(Stored data)
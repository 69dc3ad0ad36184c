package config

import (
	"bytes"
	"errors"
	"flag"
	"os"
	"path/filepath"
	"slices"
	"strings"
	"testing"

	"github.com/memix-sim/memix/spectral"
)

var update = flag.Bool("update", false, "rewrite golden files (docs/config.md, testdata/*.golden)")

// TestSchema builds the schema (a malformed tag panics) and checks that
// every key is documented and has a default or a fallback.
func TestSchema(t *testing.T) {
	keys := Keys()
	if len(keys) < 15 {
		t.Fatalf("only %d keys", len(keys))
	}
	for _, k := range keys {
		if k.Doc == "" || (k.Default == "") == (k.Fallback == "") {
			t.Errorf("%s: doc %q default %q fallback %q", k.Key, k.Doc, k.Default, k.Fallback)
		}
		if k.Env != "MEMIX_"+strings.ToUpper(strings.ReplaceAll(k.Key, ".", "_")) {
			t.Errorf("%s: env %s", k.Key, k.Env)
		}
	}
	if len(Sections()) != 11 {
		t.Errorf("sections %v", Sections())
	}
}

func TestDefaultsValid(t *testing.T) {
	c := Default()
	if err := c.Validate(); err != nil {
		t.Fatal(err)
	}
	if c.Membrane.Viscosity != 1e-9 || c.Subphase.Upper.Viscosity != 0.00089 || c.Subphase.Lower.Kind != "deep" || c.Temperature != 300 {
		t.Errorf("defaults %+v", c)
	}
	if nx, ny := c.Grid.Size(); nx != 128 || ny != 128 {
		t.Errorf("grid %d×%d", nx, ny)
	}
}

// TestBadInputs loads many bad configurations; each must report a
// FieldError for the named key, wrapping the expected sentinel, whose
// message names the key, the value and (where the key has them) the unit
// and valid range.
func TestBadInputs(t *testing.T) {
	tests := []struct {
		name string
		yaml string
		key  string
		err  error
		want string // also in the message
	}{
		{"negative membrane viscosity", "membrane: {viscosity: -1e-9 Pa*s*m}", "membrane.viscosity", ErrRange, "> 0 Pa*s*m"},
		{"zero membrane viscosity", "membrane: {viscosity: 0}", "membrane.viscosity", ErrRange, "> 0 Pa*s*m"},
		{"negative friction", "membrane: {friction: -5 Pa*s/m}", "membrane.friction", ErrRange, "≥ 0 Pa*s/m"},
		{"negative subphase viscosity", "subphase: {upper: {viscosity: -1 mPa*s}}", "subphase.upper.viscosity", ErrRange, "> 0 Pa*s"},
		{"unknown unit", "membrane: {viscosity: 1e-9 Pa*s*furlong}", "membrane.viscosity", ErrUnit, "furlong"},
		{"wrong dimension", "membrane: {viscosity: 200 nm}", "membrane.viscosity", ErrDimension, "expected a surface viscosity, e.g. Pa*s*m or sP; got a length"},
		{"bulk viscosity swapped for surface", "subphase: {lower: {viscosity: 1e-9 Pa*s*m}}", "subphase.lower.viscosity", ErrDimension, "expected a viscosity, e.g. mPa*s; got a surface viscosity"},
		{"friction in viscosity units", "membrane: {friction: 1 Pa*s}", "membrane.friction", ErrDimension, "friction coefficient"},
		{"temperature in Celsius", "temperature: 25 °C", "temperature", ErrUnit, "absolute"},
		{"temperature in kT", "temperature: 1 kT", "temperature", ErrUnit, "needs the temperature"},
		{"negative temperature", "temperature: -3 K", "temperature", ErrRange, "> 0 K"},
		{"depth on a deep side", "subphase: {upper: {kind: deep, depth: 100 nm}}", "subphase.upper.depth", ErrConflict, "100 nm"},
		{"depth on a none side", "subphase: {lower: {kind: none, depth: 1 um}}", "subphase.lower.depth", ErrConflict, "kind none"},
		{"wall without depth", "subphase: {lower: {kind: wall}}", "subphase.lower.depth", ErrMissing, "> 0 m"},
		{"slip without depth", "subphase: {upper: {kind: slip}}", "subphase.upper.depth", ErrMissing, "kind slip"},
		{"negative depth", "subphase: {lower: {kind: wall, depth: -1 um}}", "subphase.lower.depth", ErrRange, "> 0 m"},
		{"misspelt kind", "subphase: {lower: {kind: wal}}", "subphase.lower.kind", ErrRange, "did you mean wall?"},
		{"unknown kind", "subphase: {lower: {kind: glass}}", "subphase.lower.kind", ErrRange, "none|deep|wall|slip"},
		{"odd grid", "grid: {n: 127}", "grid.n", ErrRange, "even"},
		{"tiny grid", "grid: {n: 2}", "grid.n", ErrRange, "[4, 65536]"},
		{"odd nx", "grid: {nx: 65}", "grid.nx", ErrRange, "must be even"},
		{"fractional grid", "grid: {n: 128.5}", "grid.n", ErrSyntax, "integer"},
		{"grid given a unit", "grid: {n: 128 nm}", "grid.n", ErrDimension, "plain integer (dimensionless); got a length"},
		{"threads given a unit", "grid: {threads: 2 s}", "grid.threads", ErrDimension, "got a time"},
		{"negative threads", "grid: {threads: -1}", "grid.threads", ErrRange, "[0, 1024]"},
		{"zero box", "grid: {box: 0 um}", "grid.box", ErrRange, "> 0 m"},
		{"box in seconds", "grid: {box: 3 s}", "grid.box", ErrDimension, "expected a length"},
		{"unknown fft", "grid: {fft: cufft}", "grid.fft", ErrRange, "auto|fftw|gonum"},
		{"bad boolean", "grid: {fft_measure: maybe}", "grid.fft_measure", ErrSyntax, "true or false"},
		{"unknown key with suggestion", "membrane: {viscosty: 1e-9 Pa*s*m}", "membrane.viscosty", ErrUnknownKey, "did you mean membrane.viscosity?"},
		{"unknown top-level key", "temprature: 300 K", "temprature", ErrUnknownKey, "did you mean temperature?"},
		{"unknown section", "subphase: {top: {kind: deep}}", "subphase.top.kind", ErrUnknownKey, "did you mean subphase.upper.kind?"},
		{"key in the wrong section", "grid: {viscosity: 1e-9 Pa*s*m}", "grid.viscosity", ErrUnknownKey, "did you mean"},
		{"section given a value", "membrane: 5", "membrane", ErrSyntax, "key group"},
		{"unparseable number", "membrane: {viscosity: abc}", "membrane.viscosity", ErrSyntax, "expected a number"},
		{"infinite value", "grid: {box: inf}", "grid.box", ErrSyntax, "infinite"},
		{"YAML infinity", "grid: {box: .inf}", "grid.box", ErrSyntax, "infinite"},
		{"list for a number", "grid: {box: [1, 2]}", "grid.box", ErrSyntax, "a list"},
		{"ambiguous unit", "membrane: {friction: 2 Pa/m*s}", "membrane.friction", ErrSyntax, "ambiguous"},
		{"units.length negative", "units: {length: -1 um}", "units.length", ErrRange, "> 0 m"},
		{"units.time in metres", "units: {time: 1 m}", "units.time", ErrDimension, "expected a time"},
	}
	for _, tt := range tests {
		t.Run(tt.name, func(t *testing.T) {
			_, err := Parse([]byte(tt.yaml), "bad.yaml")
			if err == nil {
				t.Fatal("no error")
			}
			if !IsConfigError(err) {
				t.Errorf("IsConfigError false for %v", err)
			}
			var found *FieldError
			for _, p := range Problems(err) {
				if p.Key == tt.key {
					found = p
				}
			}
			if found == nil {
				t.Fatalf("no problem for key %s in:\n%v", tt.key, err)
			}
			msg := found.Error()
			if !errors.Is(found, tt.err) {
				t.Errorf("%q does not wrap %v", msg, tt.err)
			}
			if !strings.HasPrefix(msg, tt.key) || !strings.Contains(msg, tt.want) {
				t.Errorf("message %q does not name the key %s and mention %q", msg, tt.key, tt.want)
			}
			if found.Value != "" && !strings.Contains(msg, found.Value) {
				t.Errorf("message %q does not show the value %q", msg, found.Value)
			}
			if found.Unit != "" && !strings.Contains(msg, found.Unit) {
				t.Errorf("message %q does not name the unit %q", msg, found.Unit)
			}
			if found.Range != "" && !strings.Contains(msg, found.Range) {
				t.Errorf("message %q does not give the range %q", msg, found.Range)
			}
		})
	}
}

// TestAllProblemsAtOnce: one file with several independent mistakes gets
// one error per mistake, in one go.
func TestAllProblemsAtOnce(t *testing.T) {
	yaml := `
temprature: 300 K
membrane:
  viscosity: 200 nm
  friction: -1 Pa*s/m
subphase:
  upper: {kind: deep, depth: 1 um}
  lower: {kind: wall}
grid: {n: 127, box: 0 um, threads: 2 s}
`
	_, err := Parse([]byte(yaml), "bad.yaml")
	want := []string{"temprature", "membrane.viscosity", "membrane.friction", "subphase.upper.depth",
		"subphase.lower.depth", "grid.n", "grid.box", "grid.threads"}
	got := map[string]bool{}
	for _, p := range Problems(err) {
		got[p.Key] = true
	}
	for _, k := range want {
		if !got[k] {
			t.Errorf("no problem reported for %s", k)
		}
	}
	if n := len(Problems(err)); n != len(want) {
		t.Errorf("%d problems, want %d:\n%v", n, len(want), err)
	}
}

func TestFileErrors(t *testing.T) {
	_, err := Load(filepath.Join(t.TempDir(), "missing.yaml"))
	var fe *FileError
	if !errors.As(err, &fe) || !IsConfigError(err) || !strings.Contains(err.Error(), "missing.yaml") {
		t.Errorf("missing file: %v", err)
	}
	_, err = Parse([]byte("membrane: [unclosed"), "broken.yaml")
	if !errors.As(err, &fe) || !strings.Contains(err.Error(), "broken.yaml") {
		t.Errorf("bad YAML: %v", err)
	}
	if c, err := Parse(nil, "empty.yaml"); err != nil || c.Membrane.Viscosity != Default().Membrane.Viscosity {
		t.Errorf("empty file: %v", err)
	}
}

#### Exercise aim
All lines from the start of the entries through the line where "must report a" sits should be duplicated exactly, with nothing else in the output.

#### Response area
repository 69dc3ad0ad36184c
package config

import (
	"bytes"
	"errors"
	"flag"
	"os"
	"path/filepath"
	"slices"
	"strings"
	"testing"

	"github.com/memix-sim/memix/spectral"
)

var update = flag.Bool("update", false, "rewrite golden files (docs/config.md, testdata/*.golden)")

// TestSchema builds the schema (a malformed tag panics) and checks that
// every key is documented and has a default or a fallback.
func TestSchema(t *testing.T) {
	keys := Keys()
	if len(keys) < 15 {
		t.Fatalf("only %d keys", len(keys))
	}
	for _, k := range keys {
		if k.Doc == "" || (k.Default == "") == (k.Fallback == "") {
			t.Errorf("%s: doc %q default %q fallback %q", k.Key, k.Doc, k.Default, k.Fallback)
		}
		if k.Env != "MEMIX_"+strings.ToUpper(strings.ReplaceAll(k.Key, ".", "_")) {
			t.Errorf("%s: env %s", k.Key, k.Env)
		}
	}
	if len(Sections()) != 11 {
		t.Errorf("sections %v", Sections())
	}
}

func TestDefaultsValid(t *testing.T) {
	c := Default()
	if err := c.Validate(); err != nil {
		t.Fatal(err)
	}
	if c.Membrane.Viscosity != 1e-9 || c.Subphase.Upper.Viscosity != 0.00089 || c.Subphase.Lower.Kind != "deep" || c.Temperature != 300 {
		t.Errorf("defaults %+v", c)
	}
	if nx, ny := c.Grid.Size(); nx != 128 || ny != 128 {
		t.Errorf("grid %d×%d", nx, ny)
	}
}

// TestBadInputs loads many bad configurations; each must report a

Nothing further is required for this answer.